The BEST, Have-It-On-Hand At All Times Homemade Granola
We pretty much always have some of this granola in our cupboard, because if we don’t, we all get a bit cranky about it. It’s just the perfect thing to have on hand to sprinkle over yogurt in the morning, or grab a handful for that mid-afternoon snack, or for a simple, late night supper when nothing else sounds good.
The recipe is adapted from one of the granola recipes in The Complete America’s Test Kitchen. I love it because it’s simple, uses ingredients I almost always have on hand, is sweet, but not cloying, and creates big crunchy chunks of granola – not that loose, gravely, ridiculously expensive stuff that lines grocery store shelves.

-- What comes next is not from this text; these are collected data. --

"""Column rules -> pandera (polars backend) schema; validation collecting every failure; quarantine."""

from __future__ import annotations

from collections.abc import Collection
from dataclasses import dataclass
from typing import Any

import numpy as np
import pandera.polars as pa
import polars as pl

from curate.errors import InputError, PipelineFileError, SchemaFailure, first_ids
from curate.io import suspect
from curate.io.trust import import_schema_module
from curate.settings import ColumnRule, InputSettings

__all__ = ["Validation", "describe_failures", "feature_kinds", "load_model", "rules_schema",
           "validate"]

_DTYPES = {"float": pl.Float64, "int": pl.Int64, "category": pl.String, "string": pl.String,
           "bool": pl.Boolean}


@dataclass(frozen=True)
class Validation:
    """The outcome of the input check.

    ``valid`` marks rows that passed; ``failures`` has one row per failed
    (row, column, check) with columns position, column, check, value;
    ``frame`` holds the passing rows with types coerced as the schema says.
    """

    valid: np.ndarray
    failures: pl.DataFrame
    frame: pl.DataFrame


def load_model(ref: str) -> pa.DataFrameSchema:
    """Load a pandera model or schema from ``path/to/file.py:Name`` or ``package.module:Name``.

    Whether the pipeline file may name that module is decided before, when the
    file is read (:mod:`curate.io.trust`); here it is imported, with clean errors.
    """
    module_ref, _, name = ref.rpartition(":")
    module = import_schema_module(module_ref)
    model = getattr(module, name, None)
    if model is None:
        raise PipelineFileError(f"schema module {module_ref!r} has no {name!r}",
                                hint="fix the class name after the colon in [input] schema")
    try:
        schema = model.to_schema() if hasattr(model, "to_schema") else model
    except Exception as err:  # pandera checks the model's fields here, and user code runs
        raise PipelineFileError(f"schema {ref} cannot be turned into a pandera schema: "
                                f"{type(err).__name__}: {err}",
                                hint="fix the model's fields (see pandera's DataFrameModel "
                                     "documentation)") from None
    if not isinstance(schema, pa.DataFrameSchema):
        raise PipelineFileError(f"{ref} is not a pandera polars model or schema",
                                hint="subclass pandera.polars.DataFrameModel")
    return schema


def _column(rule: ColumnRule) -> pa.Column:
    checks = []
    if rule.min is not None:
        checks.append(pa.Check.ge(rule.min))
    if rule.max is not None:
        checks.append(pa.Check.le(rule.max))
    if rule.allowed is not None:
        checks.append(pa.Check.isin(list(rule.allowed)))
    dtype = _DTYPES[rule.type] if rule.type else None
    return pa.Column(dtype, checks=checks, nullable=rule.nullable, unique=rule.unique,
                     coerce=dtype is not None)


def rules_schema(settings: InputSettings) -> pa.DataFrameSchema:
    """Build the schema: the file's column rules, plus a present, non-empty label column.

    Examples
    --------
    >>> from pathlib import Path
    >>> from curate.settings import InputSettings, ColumnRule
    >>> s = rules_schema(InputSettings(Path("x.csv"), "y", columns=(ColumnRule("a", "float", 0, 1),)))
    >>> sorted(s.columns)
    ['a', 'y']
    """
    columns: dict[str, pa.Column] = {r.name: _column(r) for r in settings.columns}
    if settings.schema:
        schema = load_model(settings.schema)
        columns = {**schema.columns, **columns}
    columns.setdefault(settings.label, pa.Column(None, nullable=False))
    return pa.DataFrameSchema(columns)


def feature_columns(frame: pl.DataFrame, settings: InputSettings) -> list[str]:
    """Columns that are features: all but label, id and ignored ones (or the named list)."""
    if settings.features is not None:
        missing = [c for c in settings.features if c not in frame.columns]
        if missing:
            raise InputError(f"{settings.path}: feature columns {missing[:5]} are not in the input",
                             hint="fix [input] features, or the input's header")
        return list(settings.features)
    skip = {settings.label, settings.id, *settings.ignore}
    unknown = [c for c in settings.ignore if c not in frame.columns]
    if unknown:
        raise InputError(f"{settings.path}: ignored columns {unknown[:5]} are not in the input",
                         hint="fix [input] ignore (names are case-sensitive)")
    features = [c for c in frame.columns if c not in skip]
    if not features:
        raise InputError(f"{settings.path}: no feature columns are left",
                         hint="the table needs columns besides the label, id and ignored ones")
    return features


def feature_kinds(frame: pl.DataFrame, columns: list[str],
                  rules: tuple[ColumnRule, ...]) -> dict[str, str]:
    """Say for each feature column whether it is float, int, bool, category or string."""
    declared = {r.name: r.type for r in rules if r.type}
    kinds = {}
    for name in columns:
        dtype = frame.schema[name]
        if name in declared:
            kinds[name] = declared[name]  # type: ignore[assignment]
        elif dtype == pl.Boolean:
            kinds[name] = "bool"
        elif dtype.is_numeric():
            kinds[name] = "float" if dtype.is_float() else "int"
        elif dtype in (pl.String, pl.Categorical) or isinstance(dtype, pl.Enum):
            kinds[name] = "category"
        else:
            raise InputError(f"feature column {name!r} has type {dtype}, which curate cannot "
                             "measure distances on",
                             hint=f"add {name!r} to [input] ignore, or convert it to a number "
                                  "or a category")
    return kinds


def _failure_table(err: pa.errors.SchemaErrors) -> pl.DataFrame:
    cases = err.failure_cases
    frame = cases if isinstance(cases, pl.DataFrame) else pl.from_pandas(cases)
    return frame.select(
        pl.col("index").cast(pl.Int64).alias("position"),
        pl.col("column").cast(pl.String),
        pl.col("check").cast(pl.String),
        pl.col("failure_case").cast(pl.String).alias("value"),
    )


def describe_failures(failures: pl.DataFrame, ids: list[Any], ruled: Collection[str] = ()) -> str:
    """One line per column and failed check, naming the first rows and their count.

    ``failures`` is a failure table (``position``, ``column``, ``check``,
    ``value``); ``ids`` are the row ids by input position. A ``not_nullable``
    failure of a column in ``ruled`` (columns with rules in the pipeline file)
    says that those rules forbid gaps unless they say otherwise.

    Examples
    --------
    >>> table = pl.DataFrame({"position": [3, 7], "column": ["depth", "depth"],
    ...                       "check": ["not_nullable"] * 2, "value": [None, None]})
    >>> print(describe_failures(table, list(range(10, 20)), ruled={"depth"}))
    ... # doctest: +ELLIPSIS
      column 'depth' failed not_nullable: 2 rows (first: 13, 17) (column rules default to nullable...)
    """
    lines = []
    grouped = failures.group_by(["column", "check"], maintain_order=True).agg(pl.col("position"))
    for column, check, positions in grouped.iter_rows():
        where = f"column {column!r}" if column else "table"
        rows = [ids[p] for p in positions if p is not None]
        spot = first_ids(rows) if rows else "the whole column"
        note = (f" (column rules default to nullable = false; write nullable = true in "
                f"[input.columns.{column}] to allow gaps)"
                if check == "not_nullable" and column in ruled else "")
        lines.append(f"  {where} failed {check}: {spot}{note}")
    return "\n".join(lines)


def _run(schema: pa.DataFrameSchema, frame: pl.DataFrame) -> tuple[pl.DataFrame | None, pl.DataFrame]:
    try:
        return schema.validate(frame, lazy=True), pl.DataFrame()
    except pa.errors.SchemaErrors as err:
        return None, _failure_table(err)
    except pa.errors.SchemaError as err:  # raised eagerly by some checks even when lazy
        return None, pl.DataFrame({"position": [None], "column": [None], "check": [str(err)],
                                   "value": [None]}, schema={"position": pl.Int64,
                                   "column": pl.String, "check": pl.String, "value": pl.String})


def _numeric_candidates(frame: pl.DataFrame, settings: InputSettings,
                        schema: pa.DataFrameSchema) -> list[str]:
    """Feature columns whose type nobody declared: where stray text must be looked for."""
    skip = {settings.label, settings.id, *settings.ignore}
    typed = {name for name, col in schema.columns.items() if col.dtype is not None}
    names = settings.features if settings.features is not None else frame.columns
    return [c for c in names if c in frame.columns and c not in skip and c not in typed]


def _stray_cells(frame: pl.DataFrame, settings: InputSettings, schema: pa.DataFrameSchema,
                 ids: list[Any]) -> tuple[pl.DataFrame, pl.DataFrame]:
    """Find stray text in numeric columns: stop, or read those columns as numbers.

    Returns the frame to check (such columns as numbers) and the stray cells,
    each a row-level failure to quarantine.
    """
    stray = suspect.stray_text(frame, _numeric_candidates(frame, settings, schema))
    if stray.height == 0:
        return frame, stray
    if settings.on_invalid == "stop":
        raise SchemaFailure(suspect.describe_stray(stray, ids, str(settings.path)),
                            hint="fix those cells (a number, or empty for a missing value); or "
                                 "set on_invalid = \"quarantine\" in [input] to set those rows "
                                 "aside; or, if the column is text, declare it: "
                                 "[input.columns.NAME] type = \"category\"",
                            failures=stray)
    return suspect.as_numbers(frame, stray), stray


def _run_on(schema: pa.DataFrameSchema, frame: pl.DataFrame,
            rows: np.ndarray) -> tuple[pl.DataFrame | None, pl.DataFrame]:
    """:func:`_run` on the rows ``rows`` of ``frame``, failure positions in ``frame``'s terms."""
    if rows.all():
        return _run(schema, frame)
    checked, failures = _run(schema, frame.filter(pl.Series(rows)))
    if failures.height:
        where = np.flatnonzero(rows).astype(np.int64)
        failures = failures.with_columns(pl.lit(pl.Series(where)).gather(pl.col("position"))
                                         .alias("position"))
    return checked, failures


def validate(frame: pl.DataFrame, settings: InputSettings, ids: list[Any]) -> Validation:
    """Check ``frame`` against the pipeline's schema, collecting every failure.

    Table-level failures (a missing column, a wrong type) always stop the run.
    Row-level failures stop it too unless ``on_invalid = "quarantine"``: then
    the failing rows are marked invalid and the rest is checked once more.
    Stray text in an undeclared numeric column (see :mod:`curate.io.suspect`)
    is a row-level failure of check ``parses_as_number``.
    """
    schema = rules_schema(settings)
    ruled = {rule.name for rule in settings.columns}
    absent = [name for name, col in schema.columns.items()
              if name not in frame.columns and getattr(col, "required", True)]
    if absent:
        raise SchemaFailure(f"input {settings.path} lacks columns the schema requires: "
                            + ", ".join(repr(c) for c in absent) + " (check column_in_dataframe)",
                            hint="fix the input's header, or the column rules / schema model; "
                                 f"the input has: {', '.join(frame.columns[:12])}")
    frame, stray = _stray_cells(frame, settings, schema, ids)
    first = np.ones(frame.height, dtype=bool)
    first[stray["position"].to_numpy()] = False
    checked, failures = _run_on(schema, frame, first)
    if checked is not None:
        return Validation(first, stray, checked)
    table_level = failures.filter(pl.col("position").is_null())
    row_level = pl.concat([stray, failures.filter(pl.col("position").is_not_null())])
    coerce_columns = set(row_level.filter(pl.col("check").str.contains("coerce"))["column"].to_list())
    table_level = table_level.filter(~(pl.col("column").is_in(list(coerce_columns))
                                       & pl.col("check").str.starts_with("dtype")))
    if table_level.height or settings.on_invalid == "stop":
        shown = failures if settings.on_invalid == "stop" else table_level
        raise SchemaFailure(f"input {settings.path} failed its schema:\n"
                            f"{describe_failures(shown, ids, ruled)}",
                            hint="fix the input, or the rules in the pipeline file; for bad rows "
                                 "only, on_invalid = \"quarantine\" in [input] sets them aside",
                            failures=shown)
    valid = first.copy()
    valid[row_level["position"].unique().to_numpy()] = False
    if not valid.any():
        raise SchemaFailure(f"input {settings.path}: every row failed its schema:\n"
                            f"{describe_failures(row_level, ids, ruled)}", hint="fix the input or the rules",
                            failures=row_level)
    checked, again = _run_on(schema, frame, valid)
    if checked is None:
        raise SchemaFailure(f"input {settings.path} still fails its schema after quarantine:\n"
                            f"{describe_failures(again, ids, ruled)}", hint="fix the input or the rules",
                            failures=again)
    return Validation(valid, row_level.sort("position", maintain_order=True), checked)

The secret to getting nice big chunks of granola is to really pack it down onto the baking sheet. I like to use a large metal spatula for this task, but you could also use another baking sheet. You could even press it down with the palms of your hands or roll over it firmly with a heavy rolling pin. (If you opt to use your hands or a rolling pin to compact the granola, cover it with a sheet of plastic wrap or parchment so that the granola doesn’t stick to your hands or the rolling pin.)
The recipe makes quite a bit of granola – about 9 cups. I can tell you for sure that it keeps well in an airtight container or ziplock bag in the cupboard for at least 3 weeks. I’m sure it will keep for much longer than that, but I can’t say how long because 3 weeks is about the longest a bag has lasted in this house. 🙂
As if you need another excuse to make granola…
Just gonna leave you with these. Dulce de Leche Granola Cookie Bars.Print
The BEST have-it-on-hand-at-all-times homemade granola recipe.
- 1/2 cup vegetable oil
- 1/3 cup maple syrup
- 2 tbsp honey
- 1/4 cup packed dark brown sugar
- 4 tsp pure vanilla extract
- 1 tsp salt
- 5 cups old fashioned rolled oats
- 2 cups whole, raw almonds, chopped coarsely
- 2 cups raisins or other dried fruit (optional)
- Preheat oven to 325 degrees. Line a rimmed baking sheet with parchment paper.
- Add the vegetable oil, maple syrup, honey, brown sugar, vanilla, and salt to a large bowl and stir with a wire whisk to combine.
- Add the oats and chopped almonds and stir until coated with the other ingredients. Dump the whole mixture out onto the parchment lined baking sheet and spread out into an even layer. Press the granola down firmly onto the pan using a flat metal spatula, compressing it.
- Bake for 40-45 minutes, until lightly browned. Remove pan from the oven to a wire rack and let cool completely. Break cooled granola into desired size, stir in dried fruit if you like (see note below) and store in an airtight container or ziplock bag.
*NOTE: I think mixing the dried fruit into the granola and storing it makes the granola a bit soggy. Not super soggy… but the fruit seems to soften the crispy granola a bit. So, I store my granola in the cupboard right next to a container of raisins, or other dried fruit. That way, we can mix in however much dried fruit we want when we eat it. Storing the granola separate from the fruit also makes it easier to use granola in recipes that call for granola only, with no dried fruit included, like these Dulce de Leche Granola Cookie Bars.